The church is built of flint and was substantially enlarged during the 15th century, with the aisles and nave dating from this period. It was refurbished during the Victorian period and the needle spire rebuilt in 1954, replacing the previous wooden spire which dated from 1483. It contains the only known glasswork produced by Regency artist Robert Allen, installed in 1819. The east window glass dates from 1891 and the church also contains glasswork from St Peter's church, a daughter church of St Margaret's which was demolished in 1975.

==Incumbents==
Vicars
- 1308 John Ayshle
- 1330 Richard De Walcote
- 1331 John De Garboldesham
- 1339 Matthew De Rollesby
- 1347 John Everard
- 1360 John De Welberham
- 1365 William Homfrey
- 1383 ...........Apostolicus
- 1385 William Smogget
- 1432 William Sekynton
- 1442 John Mildewell
- 1456 Thomas Shirecroft
- 1456 John Manyngham
- 1458 Idem
- 1478 Thomas Epis Dromorensis
- 1490 Robert Tomsen
- 1507 John Wheteacre
- 1508 Edward Lee
- 1510 John Bayly
- 1511 John Brown
- 1540 John Blomevyle
- 1555 Thomas Downing
- 1561 William Naysh
- 1574 William Bently
- 1603 John Gleson
- 1610 Robert Hawys
- ...... Francis Presse
- 1639 James Rowse
- 1664 Henry Yowell
- 1660 John Youell
- 1677 Jos.Hudson
- 1691 Edward Carleton
- 1698 William Whiston
- 1702 James Smith
- 1708 John Tanner
- 1760 John Arrow
- 1789 Robert Potter
- 1804 Richard Lockwood
- 1830 Francis Cunningham
- RECTORS
- 1860 Charles Hebert
- 1870 William Hay Chapman
- 1873 George Edward Tate
- 1880 Thomas Augustus Nash
- 1889 Charles D'Aguilar Lawrence
- 1901 Albert Darrell Tupper-Carey
- 1910 Edward Lowry Henderson
- 1917 Evan C. Morgan
- 1931 Hawtrey J. Enraght
- 1938 Ralph Layard Whytehead
- 1949 Henry Herbert Redvers Barton
- 1957 William John Westwood
- 1965 Kenneth Wilkinson Riddle (who had been Curate, 1943–47)
- 1969 Douglas Caiger
- 1979 Alan Glendining
- 1985 Paul Allton
- 1994 Martin Clifford Gray
- 1999 John Simpson
- 2011 Michael Asquith
- 2023 Simon Stokes

==Organists==
- 1790 – 1854 Robert Browne Snr.
- 1854 – 1871 Robert Browne Jnr. (Assistant organist 1871 – 1885 and organist of St. Peter's Church, Lowestoft).
- 1871 – 1885 Frederick Alexander Mann.
- 1885 – 1902 Harry Denton Flowers.
- 1902 – 1935 Ernest Banks.
- 1935 – 1969 Cyril John Mitchell.
- 1969 – 1977 John Alexander Farmer.
- 1977 – 1987 Michael Davies.
- 1988 – 1996 Robert McNeil-Watson.
- 1996 – 2010 Steven Alan Kirk.
- 2011 – 2019 David Bunkell.
- 2019 – Jonathan Stanton Williams

==Interior==
Within the church the octagonal font dates from the 15th century. The brass lectern is a rare pre-Reformation lectern dating from around 1500. It also contains one of only two remaining banner stave lockers, a feature which is believed to be unique to this area of Suffolk.

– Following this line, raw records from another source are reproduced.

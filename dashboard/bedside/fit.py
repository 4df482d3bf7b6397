"""Fit of the model to the accepted gas, and the fitted case as the live case's baseline.

No Panel import here. :class:`PatientFit` calls ``model.fitting.fit_case`` on the
measurement accepted by :class:`dashboard.bedside.entry.GasEntry` and starts again whenever
a new one is accepted. It owns how the live case relates to the fit: the fitted case made
live and kept as the baseline, and which what-if (if any) is live on top of it.
"""

from __future__ import annotations

import numpy as np
import param

from ... import model
from ...model import bedside, fitting
from ..case.state import PO2_GRID_MMHG, CaseState
from .display import Row, pressure_digits, signed
from .entry import GasEntry
from .wording import fit_words

SHOWN_DIGITS: dict[str, int] = {
    "fio2": 2,
    "shunt_fraction": 3,
    "vo2_ml_min": 0,
    "ph": 3,
    "base_excess_mmol_l": 1,
    "paco2_mmhg": 1,
    "p50_mmhg": 1,
    "barometric_pressure_mmhg": 1,
    "hb_g_dl": 2,
    "temperature_c": 1,
    "cardiac_output_l_min": 2,
    "dpg_mmol_l": 2,
    "cohb_fraction": 3,
    "methb_fraction": 3,
    "altitude_m": 0,
    "height_cm": 0,
    "weight_kg": 1,
}
"""Decimals a fitted input keeps when it fills the Model inputs sidebar, the precision the
bedside tables show it with: shunt 28.6 % (0.286), VO2 287 mL/min, pH 7.221 (an analyser's
three decimals), PaCO2 and P50 to 0.1 mmHg (0.01 kPa in a kPa field), Hb to 0.01 g/dL
(0.1 g/L), temperature to 0.1 degC. Inputs not named keep 4 significant decimals."""


def tidy(inputs: dict) -> dict:
    """Fitted inputs rounded to :data:`SHOWN_DIGITS`, so that the sidebar shows shunt 0.286,
    VO2 287 and pH 7.221 rather than 0.2857, 287.13 and 7.2206. The live case is then solved
    from these values, and kept as the baseline, so the screen's numbers agree with the
    fields; the change from the fit is far below what a measurement resolves."""
    out = {}
    for k, v in inputs.items():
        if isinstance(v, (float, np.floating)) and not isinstance(v, bool):
            v = float(v)
            digits = SHOWN_DIGITS.get(k, 4 if abs(v) < 10 else 2)
            out[k] = round(v, digits) if digits else float(round(v))
        else:
            out[k] = v
    return out


class PatientFit(param.Parameterized):
    """The fit to the accepted measurement and what of it is live."""

    case = param.ClassSelector(class_=CaseState, doc="The session's live case (shared).")
    entry = param.ClassSelector(class_=GasEntry, doc="The form whose measurement is fitted.")
    fit = param.Parameter(default=None, doc="model.fitting.FitResult of the accepted gas.")
    fit_message = param.String(default="")
    fitted_applied = param.Boolean(default=False, doc="Fitted case is live and the baseline.")
    applied_lever = param.String(default="", doc="Label of the what-if live on the fit.")

    def __init__(self, **params):
        super().__init__(**params)
        # Every accepted Calculate, even of equal values, drops the fit made before it.
        self.entry.param.watch(lambda _e: self.clear(), "measured", onlychanged=False)

    def clear(self) -> None:
        self.param.update(fit=None, fit_message="", fitted_applied=False, applied_lever="")

    def fit_result(self):
        """The TransportResult of the fit, or None."""
        return self.fit.result if self.fit is not None else None

    def fit_measured(self) -> bool:
        """Fit shunt, VO2 and a P50 offset to the accepted measurement (model.fitting)."""
        if not self.entry.measured:
            self.fit_message = "Calculate a measured gas first; there is nothing to fit yet."
            return False
        try:
            fit = fitting.fit_case(self.entry.measured, curve=self.case.curve)
        except (ValueError, TypeError, ArithmeticError) as exc:
            self.param.update(fit=None, fit_message=f"Not fitted: {exc}")
            return False
        self.param.update(
            fit=fit, fit_message=self.fit_summary(fit), fitted_applied=False, applied_lever=""
        )
        return True

    def fit_summary(self, fit=None) -> str:
        """The consistency verdict in plain words."""
        fit = fit if fit is not None else self.fit
        if fit is None:
            return ""
        if fit.consistent:
            return (
                "The model reproduces these measurements together: they are consistent with "
                "each other within the usual analyser and co-oximeter error."
            )
        words = " ".join(fit_words(self.case, m) for m in fit.messages)
        return "The measurements do not fit together: " + words

    # ------------------------------------------------------------------ rows for views
    def fitted_rows(self) -> list[Row]:
        """The fitted free parameters, in display units."""
        if self.fit is None:
            return []
        f = self.fit.fitted
        shunt = f"{100 * f['shunt_fraction']:.1f}"
        rows = [Row("shunt_fraction", "Shunt (venous admixture)", shunt, "%")]
        if "vo2_ml_min" in f:
            rows.append(Row("vo2_ml_min", "VO2", f"{f['vo2_ml_min']:.0f}", "mL/min"))
        if "p50_mmhg" in f:
            d = pressure_digits(self.case)
            p50 = self.case.pressure_to_display(f["p50_mmhg"])
            off = self.case.pressure_to_display(f["p50_offset_mmhg"])
            rows.append(
                Row(
                    "p50_mmhg",
                    "Standard P50 (offset from the curve's own)",
                    f"{p50:.{d}f} ({signed(off, d)})",
                    self.case.pressure_unit,
                )
            )
        return rows

    def fit_rows(self) -> list[list[str]]:
        """Residual rows: quantity, measured, model, model − measured, unit, role, verdict."""
        if self.fit is None:
            return []
        rows = []
        for r in self.fit.residuals:
            if r.unit == "mmHg":
                conv, unit = self.case.pressure_to_display, self.case.pressure_unit
                d = pressure_digits(self.case)
            else:
                conv, unit, d = (lambda v: 100.0 * v), "%", 1
            rows.append(
                [
                    r.quantity,
                    f"{conv(r.measured):.{d}f}",
                    f"{conv(r.model):.{d}f}",
                    signed(conv(r.model) - conv(r.measured), d),
                    unit,
                    "fitted" if r.fitted else "compared",
                    "match" if r.within_tolerance else "off",
                ]
            )
        return rows

    def patient_curve(self) -> dict:
        """Curves of the fitted (else live) case and the measured points, in display units;
        ``x_label`` and ``moved`` say at which temperature the points are shown."""
        result = self.fit_result() or self.case.result
        to_p = self.case.pressure_to_display
        x = np.array([to_p(p) for p in PO2_GRID_MMHG])
        standard = {"curve": result.arterial_conditions.get("curve", self.case.curve)}
        curves = {
            name: 100.0 * np.asarray(model.saturation(PO2_GRID_MMHG, **cond), dtype=float)
            for name, cond in (
                ("arterial", result.arterial_conditions),
                ("venous", result.venous_conditions),
                ("standard", standard),
            )
        }
        m = self.entry.measured or {}

        def point(p_key, s_key):
            # Analysers report PO2 at 37 degC; the curve is at the patient's temperature.
            if p_key in m and s_key in m:
                po2 = float(bedside.temperature_corrected_po2(m[p_key], m["temperature_c"]))
                return (to_p(po2), 100.0 * m[s_key])
            return (None, None)

        # The analyser's 37 degC PO2 is moved to the patient's temperature to sit on the
        # curve: say so, since the numbers differ from the gas report's.
        t_c = m.get("temperature_c")
        where = f" at the patient's {t_c:.1f} °C" if t_c is not None else ""
        moved = " (moved from 37 °C)" if t_c is not None and abs(t_c - 37.0) > 0.05 else ""
        return {
            "x_label": f"PO2 ({self.case.pressure_unit}){where}",
            "moved": moved,
            "x": x,
            "x_max": float(x[-1]),
            "arterial": curves["arterial"],
            "venous": curves["venous"],
            "standard": curves["standard"],
            "measured_arterial": point("pao2_mmhg", "sao2"),
            "measured_venous": point("pvo2_mmhg", "svo2"),
            "title": (
                "Fitted curve with the measured points"
                if self.fit_result() is not None
                else "Live case curve with the measured points (not fitted yet)"
            ),
        }

    # ------------------------------------------------------------------ the live case
    def live_inputs(self, inputs: dict) -> dict:
        """Chain inputs from the fitted case with the patient's body size, tidied."""
        return tidy({**inputs, **self.fit.body_size})

    def use_fitted(self, case_label: str = "") -> bool:
        """Make the fitted case the live case and keep it as the baseline."""
        if self.fit is None:
            self.fit_message = "Fit the model first."
            return False
        name = "Fitted to measured gas" + (f": {case_label}" if case_label else "")
        inputs = self.live_inputs(self.fit.inputs)
        if not self.case.apply_inputs(inputs, name=name, description="live case = fitted case"):
            self.fit_message = self.case.error_message
            return False
        self.case.keep_baseline()
        self.param.update(fitted_applied=True, applied_lever="")
        return True

    def apply_what_if(self, inputs: dict, label: str, case_label: str = "") -> str:
        """Make a what-if (inputs from the fitted case) live with the fitted case as the
        baseline; '' when done, else why not."""
        if self.fit is None:
            return "Fit the model first."
        if self.fitted_applied and self.case.baseline is not None:
            # Back to the fitted case before keeping it, so the baseline is the fit.
            if not self.case.apply_inputs(self.live_inputs(self.fit.inputs)):
                return self.case.error_message
            self.case.keep_baseline()
        elif not self.use_fitted(case_label):
            return self.fit_message
        if not self.case.apply_inputs(
            self.live_inputs(inputs), name=f"What-if: {label}", description="baseline = fitted case"
        ):
            return self.case.error_message
        self.applied_lever = label
        return ""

There are a number of memorials within the church. The north wall of the church contains a memorial to fishermen who lost their lives at sea between 1896 and 1923. After this date the memorial was moved to The Lowestoft Fisherman's and Sailor's Bethel. A war memorial chapel contains a wooden wall inscribed with the names of 711 Lowestoft men who died in the First World War.

==Churchyard==
The churchyard contains war graves of two service personnel of World War I, and seventeen of World War II.